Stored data
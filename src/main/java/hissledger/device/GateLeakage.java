package hissledger.device;

import hissledger.physics.Require;

/**
 * Gate leakage current, doubling with every step of temperature.
 *
 * @param amps magnitude of IG at {@code temperatureKelvin}, A; ≥ 0
 * @param temperatureKelvin the temperature at which it holds, K; &gt; 0
 * @param doublingKelvin the rise of temperature that doubles it, K; &gt; 0
 */
public record GateLeakage(double amps, double temperatureKelvin, double doublingKelvin) {
    /** The step used where a sheet states none: published pairs lie between 8 and 13 K. */
    public static final double USUAL_DOUBLING_KELVIN = 10.0;

    private static final double SHEET_KELVIN = 298.15;

    public GateLeakage {
        Require.notNegative("amps", amps, "A");
        Require.positive("temperatureKelvin", temperatureKelvin, "K");
        Require.positive("doublingKelvin", doublingKelvin, "K");
    }

    /** No leakage at any temperature. */
    public static GateLeakage none() {
        return new GateLeakage(0.0, SHEET_KELVIN, USUAL_DOUBLING_KELVIN);
    }

    /** {@code IG(T) = IG₀ 2^((T − T₀)/step)}, A. */
    public double at(double kelvin) {
        return amps * Math.pow(2.0, (kelvin - temperatureKelvin) / doublingKelvin);
    }
}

Work instruction
Go through the data and copy every line that includes "hissledger".

Exercise output
filename src/main/java/hissledger/device/GateLeakage.java
package hissledger.device;
import hissledger.physics.Require;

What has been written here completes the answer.